The opening credits to Michael Moore’s latest film appear against a backdrop of bank surveillance videos, shot during actual bank robberies. As I sat through this assortment of real life holdups – showing robbers sticking guns into tellers’ faces, jumping over counters, quickly grabbing the cash and stuffing it into bags – criminal human behavior that most of us have never experienced – it dawned on me that these bank videos depicted greed at its most intense and personal. This sets the tone for the rest of the film.

A 1960s Encyclopedia Britannica educational film, like the kind many of us saw in grade school, follows next, explaining the fall of the Roman Empire. The clip shows how Roman decadence, including a vast gulf between rich and poor, as well as bread and circuses for the poor, brought the empire down. This is brilliantly intercut with scenes from contemporary America, scenes that the original producers of the Britannica film could never have imagined. It’s as though the decades-old voiceover is describing our own time, instead of the Roman.
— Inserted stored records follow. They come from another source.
#!/usr/bin/env bash
# One command from a fresh machine to the app with demo data on http://127.0.0.1:3000:
# installs what is missing, starts MariaDB and Redis, migrates, seeds, builds, starts a queue worker and serves.
set -euo pipefail
. "$(dirname "$0")/lib/common.sh"
. "$(dirname "$0")/lib/deps.sh"
cd "$ROOT"

ensure_node_modules
bash scripts/ensure-env.sh
bash scripts/db-start.sh
bash scripts/redis-start.sh
load_env
npx tsx scripts/db.ts migrate
npx tsx scripts/db.ts seed
bash scripts/services-start.sh

log "building the app"
node scripts/build-engine.mjs >"$DATA_ROOT/build.log" 2>&1 \
  || { cat "$DATA_ROOT/build.log"; die "bundling the engine and the queue worker failed"; }
NEXT_TELEMETRY_DISABLED=1 node node_modules/next/dist/bin/next build >>"$DATA_ROOT/build.log" 2>&1 || { tail -40 "$DATA_ROOT/build.log"; die "build failed; see $DATA_ROOT/build.log"; }

PORT="${PORT:-3000}"
if (exec 3<>"/dev/tcp/127.0.0.1/$PORT") 2>/dev/null; then
  die "port $PORT on 127.0.0.1 is in use (an earlier npm start?); stop it with npm run stop"
fi
WORKERS="${SCARPLINE_WORKERS:-1}"
for i in $(seq 1 "$WORKERS"); do bash scripts/worker-start.sh; done
cat >&2 <<MSG

  Scarpline is starting on http://127.0.0.1:$PORT
  Demo sign-ins (password: scarpline-demo)
    admin@scarpline.test      administrator: people, projects, members
    engineer@scarpline.test   engineer: sections, materials, runs
    reviewer@scarpline.test   reviewer: reviews and signs off runs
    designer@scarpline.test   designer: sections, runs, slope sweeps
  Queue workers: $WORKERS (npm run worker adds one; SCARPLINE_WORKERS=n npm start starts n).
  Stop with Ctrl-C; npm run stop also stops the workers, Redis and the database.

MSG
echo $$ >"$DATA_ROOT/app.pid"
exec node node_modules/next/dist/bin/next start -H 127.0.0.1 -p "$PORT"
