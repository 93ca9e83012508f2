/**
 * Command-line tool of the stability engine (docs/engine-io.md):
 *   npx tsx scripts/analyze.ts section.json                       grid search
 *   npx tsx scripts/analyze.ts section.json --circle xc,yc,r      one circle, slice table
 *   npx tsx scripts/analyze.ts section.json --surface "x1,y1 x2,y2 ..."   one polyline slip surface
 *   cat section.json | npx tsx scripts/analyze.ts -               read standard input
 * Options: --map adds the minimum-FS map per method to a search's output.
 * A drawdown with analysis.drawdown.method "staged" (materials with cR, phiR or freeDraining)
 * reports each stage's FS under `stages`; the FS shown is the final stage's.
 * A document with `vary` on its materials and analysis.probabilistic (docs/probabilistic.md) adds
 * `probabilistic` per method and `probabilisticRun` to the search's output.
 * Standard output carries only JSON. Exit 0 with "ok": true; exit 2 with "ok": false and
 * the error list on bad input or bad arguments; exit 1 on an internal failure.
 */
import { readFileSync } from "node:fs";
import { analyzeCircle } from "../lib/stability/analyze-circle";
import { analyzeSurface } from "../lib/stability/surfaces/analyze-surface";
import { runSurfaceSearch } from "../lib/stability/surfaces/search-surfaces";
import { hasProbabilisticSettings, runProbabilistic } from "../lib/stability/probabilistic";

interface CliError {
  code: string;
  path: string;
  message: string;
}

const USAGE = 'usage: analyze.ts <section.json | -> [--circle xc,yc,r | --surface "x1,y1 x2,y2 ..."] [--map]';

/** Bad arguments or input: carried up to the top level, which writes the errors and sets the exit status. */
class CliFailure extends Error {
  constructor(
    readonly status: number,
    readonly errors: CliError[],
  ) {
    super(errors.map((e) => e.message).join("; "));
  }
}

function fail(status: number, errors: CliError[]): never {
  throw new CliFailure(status, errors);
}

/**
 * Writes the JSON and sets the exit status without process.exit, which would cut a large
 * output short when standard output is a pipe (docs/engine-io.md: output is written whole).
 */
function finish(value: unknown, status: number): void {
  process.stdout.write(`${JSON.stringify(value, null, 2)}\n`);
  process.exitCode = status;
}

interface Args {
  file: string;
  circle?: { xc: number; yc: number; r: number };
  surface?: [number, number][];
  map: boolean;
}

/** Parses "x1,y1 x2,y2 ..." (points apart by spaces or semicolons) into points, or fails naming the bad one. */
function parseSurface(spec: string | undefined): [number, number][] {
  const parts = (spec ?? "")
    .trim()
    .split(/[\s;]+/)
    .filter((p) => p !== "");
  const pts: [number, number][] = [];
  parts.forEach((p, i) => {
    const nums = p.split(",").map((s) => Number(s.trim()));
    if (nums.length !== 2 || !nums.every(Number.isFinite))
      fail(2, [
        {
          code: "bad-argument",
          path: "--surface",
          message: `--surface point ${i + 1} ("${p}") must be two numbers x,y in metres. ${USAGE}`,
        },
      ]);
    pts.push([nums[0], nums[1]]);
  });
  if (pts.length < 2)
    fail(2, [
      { code: "bad-argument", path: "--surface", message: `--surface needs at least two points x,y. ${USAGE}` },
    ]);
  return pts;
}

function parseArgs(argv: string[]): Args {
  let file: string | undefined;
  let circle: { xc: number; yc: number; r: number } | undefined;
  let surface: [number, number][] | undefined;
  let map = false;
  for (let i = 0; i < argv.length; i++) {
    const a = argv[i];
    if (a === "--circle") {
      const spec = argv[++i];
      const nums = (spec ?? "").split(",").map((s) => Number(s.trim()));
      if (nums.length !== 3 || !nums.every(Number.isFinite)) {
        fail(2, [
          {
            code: "bad-argument",
            path: "--circle",
            message: `--circle needs three numbers xc,yc,r in metres (got "${spec ?? ""}"). ${USAGE}`,
          },
        ]);
      }
      circle = { xc: nums[0], yc: nums[1], r: nums[2] };
    } else if (a === "--surface") surface = parseSurface(argv[++i]);
    else if (a === "--map") map = true;
    else if (a.startsWith("--")) fail(2, [{ code: "bad-argument", path: a, message: `Unknown option ${a}. ${USAGE}` }]);
    else if (file === undefined) file = a;
    else
      fail(2, [
        { code: "bad-argument", path: a, message: `Only one input file is read (got "${file}" and "${a}"). ${USAGE}` },
      ]);
  }
  if (file === undefined) fail(2, [{ code: "bad-argument", path: "", message: `No input given. ${USAGE}` }]);
  if (circle && surface)
    fail(2, [{ code: "bad-argument", path: "--surface", message: `Give --circle or --surface, not both. ${USAGE}` }]);
  return { file, circle, surface, map };
}

function readInput(file: string): unknown {
  let text: string;
  try {
    text = readFileSync(file === "-" ? 0 : file, "utf8");
  } catch (e) {
    fail(2, [
      {
        code: "unreadable-input",
        path: "",
        message: `Cannot read ${file === "-" ? "standard input" : file}: ${(e as Error).message}`,
      },
    ]);
  }
  try {
    return JSON.parse(text);
  } catch (e) {
    fail(2, [{ code: "invalid-json", path: "", message: `The input is not valid JSON: ${(e as Error).message}` }]);
  }
}

function main(): void {
  const { file, circle, surface, map } = parseArgs(process.argv.slice(2));
  const doc = readInput(file);
  if (surface) {
    const r = analyzeSurface(doc, surface);
    finish(r, r.ok ? 0 : 2);
    return;
  }
  if (circle) {
    const r = analyzeCircle(doc, circle);
    finish(r, r.ok ? 0 : 2);
    return;
  }
  // runSurfaceSearch is the grid search, followed by the surfaces search when analysis.search asks for it.
  const r = hasProbabilisticSettings(doc) ? runProbabilistic(doc) : runSurfaceSearch(doc);
  if (!r.ok) {
    finish(r, 2);
    return;
  }
  const { fsMap, ...rest } = r;
  const out = map ? r : rest;
  void fsMap;
  finish(out, 0);
}

try {
  main();
} catch (e) {
  if (e instanceof CliFailure) finish({ ok: false, errors: e.errors }, e.status);
  else
    finish(
      {
        ok: false,
        errors: [
          { code: "internal-error", path: "", message: `The engine failed unexpectedly: ${(e as Error).message}` },
        ],
      },
      1,
    );
}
Moore then does a great job showing how the general prosperity of post World War 2 America gave way to Reaganism, from whence the looting of this country shifted into gear. Having grown up in a rust belt town in the 1960s – not unlike Flint Michigan – what Moore showed from his youth paralleled my own experience of how good those times were; this must seem unbelievable to younger generations.

A central, if not explicitly stated theme of the movie is how unbridled capitalism is turning our country into a nation of serfs. Wall Street dictates to an impotent government, even to President Ronald Reagan. Destitute citizens are hired by companies to issue foreclosure notices to those who are still clinging onto their homes. Those being evicted from their homes are hired and paid by the bank to clean up their home, before the bank takes it over.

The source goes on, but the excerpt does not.